**Dataset excerpts**
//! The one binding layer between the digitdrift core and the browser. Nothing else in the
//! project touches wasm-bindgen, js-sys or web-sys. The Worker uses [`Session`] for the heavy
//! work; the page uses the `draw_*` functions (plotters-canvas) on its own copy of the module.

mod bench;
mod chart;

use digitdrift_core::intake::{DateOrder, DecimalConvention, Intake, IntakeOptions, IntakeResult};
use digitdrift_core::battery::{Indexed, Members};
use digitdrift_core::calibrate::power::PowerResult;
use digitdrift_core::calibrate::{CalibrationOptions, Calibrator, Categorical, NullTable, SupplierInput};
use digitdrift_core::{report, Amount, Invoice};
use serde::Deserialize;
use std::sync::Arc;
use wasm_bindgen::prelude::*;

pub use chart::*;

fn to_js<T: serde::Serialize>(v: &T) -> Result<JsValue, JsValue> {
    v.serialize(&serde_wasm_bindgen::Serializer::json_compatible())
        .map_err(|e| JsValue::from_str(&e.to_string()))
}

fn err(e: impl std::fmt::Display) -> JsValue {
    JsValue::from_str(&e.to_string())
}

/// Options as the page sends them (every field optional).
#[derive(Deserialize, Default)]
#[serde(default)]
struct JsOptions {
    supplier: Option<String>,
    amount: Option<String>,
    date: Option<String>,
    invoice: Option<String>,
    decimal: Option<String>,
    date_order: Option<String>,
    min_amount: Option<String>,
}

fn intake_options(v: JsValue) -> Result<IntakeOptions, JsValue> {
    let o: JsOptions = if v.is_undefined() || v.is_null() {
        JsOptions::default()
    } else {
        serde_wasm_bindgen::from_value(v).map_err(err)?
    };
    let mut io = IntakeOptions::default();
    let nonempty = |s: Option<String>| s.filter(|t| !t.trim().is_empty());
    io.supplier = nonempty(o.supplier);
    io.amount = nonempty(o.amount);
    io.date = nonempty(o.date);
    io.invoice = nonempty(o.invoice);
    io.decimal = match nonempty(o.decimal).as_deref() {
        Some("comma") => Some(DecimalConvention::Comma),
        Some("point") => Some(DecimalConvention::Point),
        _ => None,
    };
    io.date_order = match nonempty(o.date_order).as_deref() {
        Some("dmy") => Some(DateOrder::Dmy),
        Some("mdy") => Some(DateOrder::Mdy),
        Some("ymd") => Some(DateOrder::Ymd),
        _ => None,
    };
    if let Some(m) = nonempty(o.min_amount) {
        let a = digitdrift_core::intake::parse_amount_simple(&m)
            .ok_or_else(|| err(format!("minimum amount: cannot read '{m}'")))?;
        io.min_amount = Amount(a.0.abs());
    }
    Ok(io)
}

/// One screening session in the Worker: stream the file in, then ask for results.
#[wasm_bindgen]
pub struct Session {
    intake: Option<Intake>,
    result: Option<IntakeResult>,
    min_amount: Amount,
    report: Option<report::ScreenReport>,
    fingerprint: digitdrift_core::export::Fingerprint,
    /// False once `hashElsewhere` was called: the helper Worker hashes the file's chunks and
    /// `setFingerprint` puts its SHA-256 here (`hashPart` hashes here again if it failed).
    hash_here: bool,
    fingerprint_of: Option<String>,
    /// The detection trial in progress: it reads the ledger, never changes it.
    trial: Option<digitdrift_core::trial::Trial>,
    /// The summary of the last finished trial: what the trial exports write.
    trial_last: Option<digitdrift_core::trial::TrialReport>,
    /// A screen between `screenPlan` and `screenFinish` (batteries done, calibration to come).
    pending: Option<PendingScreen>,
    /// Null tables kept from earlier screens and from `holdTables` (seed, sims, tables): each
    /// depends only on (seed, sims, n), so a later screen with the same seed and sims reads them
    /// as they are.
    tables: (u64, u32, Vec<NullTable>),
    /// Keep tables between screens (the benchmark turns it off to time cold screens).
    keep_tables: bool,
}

==

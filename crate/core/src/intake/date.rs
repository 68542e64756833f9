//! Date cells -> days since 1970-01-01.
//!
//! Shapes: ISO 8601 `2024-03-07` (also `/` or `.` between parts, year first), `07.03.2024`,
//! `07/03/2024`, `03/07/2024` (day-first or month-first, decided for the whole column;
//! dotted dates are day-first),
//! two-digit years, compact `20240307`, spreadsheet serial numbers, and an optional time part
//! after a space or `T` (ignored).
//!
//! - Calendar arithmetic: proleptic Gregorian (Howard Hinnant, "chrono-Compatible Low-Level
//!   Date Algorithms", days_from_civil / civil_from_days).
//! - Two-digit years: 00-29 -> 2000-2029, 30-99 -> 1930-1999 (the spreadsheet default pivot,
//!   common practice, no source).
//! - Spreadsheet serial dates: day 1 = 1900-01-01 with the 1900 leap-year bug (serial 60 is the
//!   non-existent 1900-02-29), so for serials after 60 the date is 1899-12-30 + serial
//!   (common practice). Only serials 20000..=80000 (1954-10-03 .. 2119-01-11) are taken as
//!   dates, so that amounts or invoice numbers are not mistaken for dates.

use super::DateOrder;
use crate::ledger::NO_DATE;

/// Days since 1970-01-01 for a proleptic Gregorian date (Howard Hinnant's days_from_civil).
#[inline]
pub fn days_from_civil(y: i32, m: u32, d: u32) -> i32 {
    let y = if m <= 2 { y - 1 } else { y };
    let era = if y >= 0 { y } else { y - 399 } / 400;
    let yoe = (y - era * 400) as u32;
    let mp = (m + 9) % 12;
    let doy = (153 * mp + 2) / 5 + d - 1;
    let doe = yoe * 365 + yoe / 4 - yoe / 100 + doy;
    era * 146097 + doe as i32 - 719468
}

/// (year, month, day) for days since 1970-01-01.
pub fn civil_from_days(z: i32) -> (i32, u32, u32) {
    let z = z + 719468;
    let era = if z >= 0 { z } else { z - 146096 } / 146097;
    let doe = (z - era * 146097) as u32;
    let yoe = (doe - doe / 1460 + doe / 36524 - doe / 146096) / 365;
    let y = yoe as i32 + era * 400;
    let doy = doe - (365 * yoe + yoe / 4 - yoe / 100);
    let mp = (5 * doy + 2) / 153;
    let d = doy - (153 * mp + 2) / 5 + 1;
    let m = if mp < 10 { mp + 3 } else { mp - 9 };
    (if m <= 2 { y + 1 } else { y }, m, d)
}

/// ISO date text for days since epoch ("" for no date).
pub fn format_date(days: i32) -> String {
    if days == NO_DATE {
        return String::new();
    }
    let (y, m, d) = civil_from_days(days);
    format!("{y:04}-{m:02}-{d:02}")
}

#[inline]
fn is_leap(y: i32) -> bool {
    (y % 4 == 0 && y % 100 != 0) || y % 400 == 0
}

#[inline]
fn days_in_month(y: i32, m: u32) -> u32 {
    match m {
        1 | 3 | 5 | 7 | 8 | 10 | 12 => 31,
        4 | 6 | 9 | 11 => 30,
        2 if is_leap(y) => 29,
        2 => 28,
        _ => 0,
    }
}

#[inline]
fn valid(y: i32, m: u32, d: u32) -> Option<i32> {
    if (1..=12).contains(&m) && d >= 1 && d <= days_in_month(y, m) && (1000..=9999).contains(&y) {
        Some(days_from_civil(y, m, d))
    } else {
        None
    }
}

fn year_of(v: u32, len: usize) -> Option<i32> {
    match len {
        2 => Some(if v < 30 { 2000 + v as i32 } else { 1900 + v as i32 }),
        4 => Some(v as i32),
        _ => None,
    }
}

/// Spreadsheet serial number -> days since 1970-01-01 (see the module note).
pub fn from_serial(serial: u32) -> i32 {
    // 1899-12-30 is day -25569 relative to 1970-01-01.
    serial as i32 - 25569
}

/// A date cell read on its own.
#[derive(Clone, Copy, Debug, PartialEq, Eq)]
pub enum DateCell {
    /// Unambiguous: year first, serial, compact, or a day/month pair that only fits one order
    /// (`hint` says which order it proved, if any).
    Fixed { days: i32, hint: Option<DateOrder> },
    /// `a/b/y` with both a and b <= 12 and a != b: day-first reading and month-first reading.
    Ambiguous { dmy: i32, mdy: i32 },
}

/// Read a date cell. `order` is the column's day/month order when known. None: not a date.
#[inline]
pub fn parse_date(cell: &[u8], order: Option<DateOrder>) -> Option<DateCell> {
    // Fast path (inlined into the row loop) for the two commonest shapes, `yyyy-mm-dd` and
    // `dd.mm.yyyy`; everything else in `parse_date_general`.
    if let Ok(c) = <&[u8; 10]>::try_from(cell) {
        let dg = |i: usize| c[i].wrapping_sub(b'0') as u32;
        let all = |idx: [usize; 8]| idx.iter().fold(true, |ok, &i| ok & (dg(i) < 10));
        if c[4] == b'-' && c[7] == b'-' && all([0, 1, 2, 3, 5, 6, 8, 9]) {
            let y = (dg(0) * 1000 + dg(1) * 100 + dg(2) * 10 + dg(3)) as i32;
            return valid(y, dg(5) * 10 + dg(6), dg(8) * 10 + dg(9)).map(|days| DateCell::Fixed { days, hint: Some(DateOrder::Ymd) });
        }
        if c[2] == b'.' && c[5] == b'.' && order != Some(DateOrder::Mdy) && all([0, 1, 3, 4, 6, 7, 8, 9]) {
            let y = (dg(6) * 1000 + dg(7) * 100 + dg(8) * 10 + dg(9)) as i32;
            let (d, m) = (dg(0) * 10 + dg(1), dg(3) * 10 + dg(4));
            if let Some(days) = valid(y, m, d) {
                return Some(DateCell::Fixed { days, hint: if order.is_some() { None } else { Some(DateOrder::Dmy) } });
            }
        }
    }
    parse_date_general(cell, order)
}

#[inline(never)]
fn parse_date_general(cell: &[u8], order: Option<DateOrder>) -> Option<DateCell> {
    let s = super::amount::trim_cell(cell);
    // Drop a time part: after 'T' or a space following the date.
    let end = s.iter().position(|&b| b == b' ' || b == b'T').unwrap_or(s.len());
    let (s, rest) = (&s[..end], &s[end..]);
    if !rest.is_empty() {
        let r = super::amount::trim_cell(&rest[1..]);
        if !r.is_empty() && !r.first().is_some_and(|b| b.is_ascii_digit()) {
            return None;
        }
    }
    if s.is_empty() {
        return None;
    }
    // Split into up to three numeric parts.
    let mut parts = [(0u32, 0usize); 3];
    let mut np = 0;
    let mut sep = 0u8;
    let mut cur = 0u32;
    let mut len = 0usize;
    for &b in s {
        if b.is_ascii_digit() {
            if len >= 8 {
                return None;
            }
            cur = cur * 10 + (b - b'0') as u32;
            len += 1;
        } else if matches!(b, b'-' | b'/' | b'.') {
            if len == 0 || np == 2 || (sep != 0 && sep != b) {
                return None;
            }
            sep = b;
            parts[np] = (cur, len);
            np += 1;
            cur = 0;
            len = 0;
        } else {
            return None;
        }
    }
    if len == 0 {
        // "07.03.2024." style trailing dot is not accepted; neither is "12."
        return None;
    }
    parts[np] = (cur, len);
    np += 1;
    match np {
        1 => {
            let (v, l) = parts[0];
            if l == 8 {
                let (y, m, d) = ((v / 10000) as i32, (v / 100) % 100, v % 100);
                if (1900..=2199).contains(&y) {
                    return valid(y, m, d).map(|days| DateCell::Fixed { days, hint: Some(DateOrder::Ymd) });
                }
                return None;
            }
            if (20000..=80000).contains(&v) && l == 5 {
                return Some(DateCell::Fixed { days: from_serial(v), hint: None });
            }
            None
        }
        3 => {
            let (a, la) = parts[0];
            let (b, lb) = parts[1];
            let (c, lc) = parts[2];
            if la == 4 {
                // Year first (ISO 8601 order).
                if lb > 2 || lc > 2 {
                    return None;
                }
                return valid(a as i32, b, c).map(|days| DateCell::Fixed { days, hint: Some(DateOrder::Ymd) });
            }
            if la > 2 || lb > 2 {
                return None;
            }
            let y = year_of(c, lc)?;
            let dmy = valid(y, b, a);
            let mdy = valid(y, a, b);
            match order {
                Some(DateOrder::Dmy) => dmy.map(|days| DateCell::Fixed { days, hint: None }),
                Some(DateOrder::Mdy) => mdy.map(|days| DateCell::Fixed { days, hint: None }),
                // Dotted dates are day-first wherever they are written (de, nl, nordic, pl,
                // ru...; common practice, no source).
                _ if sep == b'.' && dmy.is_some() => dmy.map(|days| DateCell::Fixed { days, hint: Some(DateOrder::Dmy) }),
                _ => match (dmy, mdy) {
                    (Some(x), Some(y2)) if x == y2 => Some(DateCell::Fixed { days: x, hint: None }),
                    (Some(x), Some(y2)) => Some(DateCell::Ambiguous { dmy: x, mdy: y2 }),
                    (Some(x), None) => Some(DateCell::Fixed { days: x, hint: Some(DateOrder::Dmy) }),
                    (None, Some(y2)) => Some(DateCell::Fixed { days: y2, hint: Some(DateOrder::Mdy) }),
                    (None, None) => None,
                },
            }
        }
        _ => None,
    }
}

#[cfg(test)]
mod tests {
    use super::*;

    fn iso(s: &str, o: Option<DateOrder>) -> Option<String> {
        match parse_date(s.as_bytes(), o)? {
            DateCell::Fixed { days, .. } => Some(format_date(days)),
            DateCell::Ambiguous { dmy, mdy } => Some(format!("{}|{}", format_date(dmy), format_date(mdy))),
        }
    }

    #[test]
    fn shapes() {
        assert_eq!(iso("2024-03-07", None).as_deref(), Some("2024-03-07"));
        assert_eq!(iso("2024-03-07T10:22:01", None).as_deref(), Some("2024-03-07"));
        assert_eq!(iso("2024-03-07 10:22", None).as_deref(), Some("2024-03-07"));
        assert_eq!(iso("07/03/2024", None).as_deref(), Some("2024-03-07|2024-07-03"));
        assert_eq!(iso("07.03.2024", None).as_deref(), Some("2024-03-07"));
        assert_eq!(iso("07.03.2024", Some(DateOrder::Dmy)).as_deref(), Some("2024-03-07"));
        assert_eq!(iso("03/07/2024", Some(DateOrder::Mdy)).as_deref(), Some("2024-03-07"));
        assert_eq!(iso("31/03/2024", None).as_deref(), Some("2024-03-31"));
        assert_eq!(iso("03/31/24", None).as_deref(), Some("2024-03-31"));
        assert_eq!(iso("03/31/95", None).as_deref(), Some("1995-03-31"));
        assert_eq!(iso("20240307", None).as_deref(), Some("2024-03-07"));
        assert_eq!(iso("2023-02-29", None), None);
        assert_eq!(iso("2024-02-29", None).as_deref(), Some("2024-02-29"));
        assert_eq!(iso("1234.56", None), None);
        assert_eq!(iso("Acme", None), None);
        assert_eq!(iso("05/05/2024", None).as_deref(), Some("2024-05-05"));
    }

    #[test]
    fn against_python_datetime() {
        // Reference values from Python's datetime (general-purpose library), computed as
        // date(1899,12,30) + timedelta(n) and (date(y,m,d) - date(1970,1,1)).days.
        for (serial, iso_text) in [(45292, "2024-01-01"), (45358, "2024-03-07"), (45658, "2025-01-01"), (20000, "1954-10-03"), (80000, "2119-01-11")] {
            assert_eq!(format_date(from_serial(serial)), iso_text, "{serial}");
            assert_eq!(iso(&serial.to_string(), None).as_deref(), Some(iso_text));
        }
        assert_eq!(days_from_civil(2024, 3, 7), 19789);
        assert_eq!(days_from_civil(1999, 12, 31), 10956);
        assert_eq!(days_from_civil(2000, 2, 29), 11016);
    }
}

...

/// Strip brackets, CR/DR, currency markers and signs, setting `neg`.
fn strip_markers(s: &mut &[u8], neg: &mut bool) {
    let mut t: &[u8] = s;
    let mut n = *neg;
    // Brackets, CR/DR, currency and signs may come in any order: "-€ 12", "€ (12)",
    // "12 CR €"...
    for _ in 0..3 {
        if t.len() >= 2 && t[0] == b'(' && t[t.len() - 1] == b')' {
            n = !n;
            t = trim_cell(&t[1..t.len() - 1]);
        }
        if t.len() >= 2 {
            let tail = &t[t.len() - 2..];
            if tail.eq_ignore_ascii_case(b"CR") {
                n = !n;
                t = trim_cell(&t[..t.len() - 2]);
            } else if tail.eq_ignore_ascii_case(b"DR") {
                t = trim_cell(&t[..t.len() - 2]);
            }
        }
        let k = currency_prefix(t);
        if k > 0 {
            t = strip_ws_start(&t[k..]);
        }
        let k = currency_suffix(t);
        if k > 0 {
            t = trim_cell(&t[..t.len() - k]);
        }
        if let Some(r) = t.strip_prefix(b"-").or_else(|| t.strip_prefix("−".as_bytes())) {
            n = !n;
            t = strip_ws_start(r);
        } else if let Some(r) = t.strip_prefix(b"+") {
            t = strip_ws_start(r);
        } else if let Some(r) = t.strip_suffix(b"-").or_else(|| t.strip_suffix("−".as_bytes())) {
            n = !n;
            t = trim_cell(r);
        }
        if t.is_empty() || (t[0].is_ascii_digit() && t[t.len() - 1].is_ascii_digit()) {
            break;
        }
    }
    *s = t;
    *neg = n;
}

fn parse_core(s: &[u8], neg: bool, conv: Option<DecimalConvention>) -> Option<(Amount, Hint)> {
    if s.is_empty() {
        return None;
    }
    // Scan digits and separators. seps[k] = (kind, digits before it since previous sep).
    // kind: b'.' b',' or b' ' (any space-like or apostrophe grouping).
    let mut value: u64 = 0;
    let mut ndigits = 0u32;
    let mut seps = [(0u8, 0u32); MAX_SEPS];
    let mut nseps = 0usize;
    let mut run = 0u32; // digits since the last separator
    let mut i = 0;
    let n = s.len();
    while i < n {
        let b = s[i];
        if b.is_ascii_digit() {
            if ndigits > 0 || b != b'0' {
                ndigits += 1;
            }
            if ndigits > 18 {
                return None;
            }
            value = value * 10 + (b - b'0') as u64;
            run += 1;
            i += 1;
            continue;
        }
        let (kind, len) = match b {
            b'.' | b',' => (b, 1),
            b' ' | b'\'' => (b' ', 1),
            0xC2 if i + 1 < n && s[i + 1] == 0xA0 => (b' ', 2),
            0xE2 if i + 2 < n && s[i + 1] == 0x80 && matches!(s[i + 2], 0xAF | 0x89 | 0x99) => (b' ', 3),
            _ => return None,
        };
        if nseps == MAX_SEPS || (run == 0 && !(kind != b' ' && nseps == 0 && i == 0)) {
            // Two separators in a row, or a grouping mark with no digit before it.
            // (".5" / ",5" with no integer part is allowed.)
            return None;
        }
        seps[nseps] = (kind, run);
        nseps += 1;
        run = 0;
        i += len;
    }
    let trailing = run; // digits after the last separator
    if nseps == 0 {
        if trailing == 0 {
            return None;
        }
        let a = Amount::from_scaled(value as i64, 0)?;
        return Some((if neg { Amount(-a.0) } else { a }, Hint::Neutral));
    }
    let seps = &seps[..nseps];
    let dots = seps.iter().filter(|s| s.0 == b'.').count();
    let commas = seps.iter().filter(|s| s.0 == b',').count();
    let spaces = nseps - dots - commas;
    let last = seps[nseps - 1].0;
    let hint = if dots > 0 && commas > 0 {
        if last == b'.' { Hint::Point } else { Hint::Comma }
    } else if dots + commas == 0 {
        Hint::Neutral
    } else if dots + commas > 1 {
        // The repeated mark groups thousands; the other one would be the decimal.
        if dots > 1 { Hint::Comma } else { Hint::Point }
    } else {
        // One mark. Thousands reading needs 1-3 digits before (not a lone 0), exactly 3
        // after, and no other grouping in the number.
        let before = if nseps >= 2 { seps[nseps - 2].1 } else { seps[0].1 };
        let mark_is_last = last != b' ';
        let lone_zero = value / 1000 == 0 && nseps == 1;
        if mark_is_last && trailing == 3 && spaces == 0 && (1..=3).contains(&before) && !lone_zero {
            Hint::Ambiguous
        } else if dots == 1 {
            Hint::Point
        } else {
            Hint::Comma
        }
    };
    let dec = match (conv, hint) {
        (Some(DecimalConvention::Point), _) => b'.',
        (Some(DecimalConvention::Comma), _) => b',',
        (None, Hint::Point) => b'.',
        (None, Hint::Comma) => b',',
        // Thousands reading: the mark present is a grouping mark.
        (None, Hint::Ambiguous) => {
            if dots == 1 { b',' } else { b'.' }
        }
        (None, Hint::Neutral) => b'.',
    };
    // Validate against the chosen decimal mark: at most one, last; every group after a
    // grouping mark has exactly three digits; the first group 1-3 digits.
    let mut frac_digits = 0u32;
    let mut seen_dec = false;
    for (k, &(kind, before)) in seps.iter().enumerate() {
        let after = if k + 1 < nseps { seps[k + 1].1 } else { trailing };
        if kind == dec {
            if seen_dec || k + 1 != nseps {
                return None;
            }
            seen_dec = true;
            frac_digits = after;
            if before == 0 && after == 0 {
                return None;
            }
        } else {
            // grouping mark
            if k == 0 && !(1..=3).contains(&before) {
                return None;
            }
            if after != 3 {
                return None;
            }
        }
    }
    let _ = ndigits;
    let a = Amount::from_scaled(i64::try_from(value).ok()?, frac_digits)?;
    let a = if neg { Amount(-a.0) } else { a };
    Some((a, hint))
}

**Your objective**
Scan the data for lines containing "struct" and copy all of them.

**Answer to this problem**
struct JsOptions {
pub struct Session {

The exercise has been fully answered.